Bryant, 25, who has pleaded not guilty to felony sexual assault, is scheduled to stand trial on criminal charges from the alleged incident later this month in the mountain village of Eagle, Colo.
In the civil lawsuit, the woman, 20, identified as "Jane Doe," outlines the same case prosecutors are making against Bryant, who has called his sexual encounter with the woman in his hotel room consensual. She was employed at the hotel at the time of the alleged incident in June 2003.
She charges that Bryant, who plays for the Los Angeles Lakers, groped her, blocked her from leaving his room and then violently forced her to have sex with him. The civil suit calls Bryant's conduct "willful, reckless, and intentional criminal conduct" and alleges that he has a "history" of attempting to commit such acts, but it does not specify any.
The filing of the suit follows several recent setbacks for prosecutors. Some legal observers said it could indicate that the woman is signaling a willingness to drop the criminal case. Attorneys in the case cannot comment on it because the judge has imposed a gag rule.
Krista Flannigan, a spokeswoman for the prosecution, scoffed at that suggestion on Tuesday. "We are still moving forward," she told the Associated Press. Jury selection in the Bryant trial is scheduled to begin on Aug. 27.
Last month, Bryant's legal team won a potentially important tactical victory when Colorado Judge W. Terry Ruckriegle ruled that evidence of the woman's alleged sexual activities in the days before her encounter with Bryant at the resort could be presented to a jury at his criminal trial.
By filing a civil suit, the woman could be enhancing her chances of holding Bryant accountable for his alleged actions. A conviction in a criminal case requires a higher standard of proof of guilt than a judgment in a civil case.
If convicted on criminal charges, Bryant, who is one of the world's most celebrated basketball players, could face four years to life in prison and be subject to fines in excess of $700,000. He could also be subject to 20 years of probation. If he loses in a civil suit, he probably would have to pay a large financial settlement to the woman.

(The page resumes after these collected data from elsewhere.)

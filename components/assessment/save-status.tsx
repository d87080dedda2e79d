"use client";

import type { SaveStatus } from "@/lib/hooks/use-assessment";

const text: Record<SaveStatus, string> = {
  loading: "Loading…",
  saved: "All changes saved",
  pending: "Unsaved changes…",
  saving: "Saving…",
  offline: "Offline: changes are kept on this device and sent when the connection is back",
  failed: "Save failed: changes are kept on this device",
  conflict: "Someone else saved this assessment",
  invalid: "Fix the highlighted fields to save",
};

export function SaveStatusBadge({ status, message, onRetry, onResolve }: { status: SaveStatus; message: string | null; onRetry: () => void; onResolve: (keepMine: boolean) => void }) {
  const tone = status === "saved" ? "bg-spruce-50 text-spruce-800" : status === "failed" || status === "conflict" || status === "invalid" ? "bg-danger-bg text-danger" : "bg-warn-bg text-warn";
  return (
    <div role="status" aria-live="polite" data-testid="save-status" data-status={status} className={`flex flex-wrap items-center gap-3 rounded-md px-3 py-2 text-sm font-semibold ${tone}`}>
      <span>{text[status]}</span>
      {message ? <span className="font-normal">{message}</span> : null}
      {status === "failed" || status === "offline" ? <button type="button" className="btn-ghost" onClick={onRetry}>Try again</button> : null}
      {status === "conflict" ? (
        <>
          <button type="button" className="btn-ghost" onClick={() => onResolve(true)}>Keep mine</button>
          <button type="button" className="btn-ghost" onClick={() => onResolve(false)}>Discard mine, load theirs</button>
        </>
      ) : null}
    </div>
  );
}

In the civil suit, attorneys for the woman are asking for a jury trial. They say that they will outline at a later date the punitive damages they plan to seek from Bryant.
The woman's criminal case against Bryant may also have been complicated in recent weeks by the accidental disclosure by court officials of sealed documents that included her name and some intimate details about her, in violation of state rules designed to protect her privacy. The details were posted briefly on the Internet before being removed.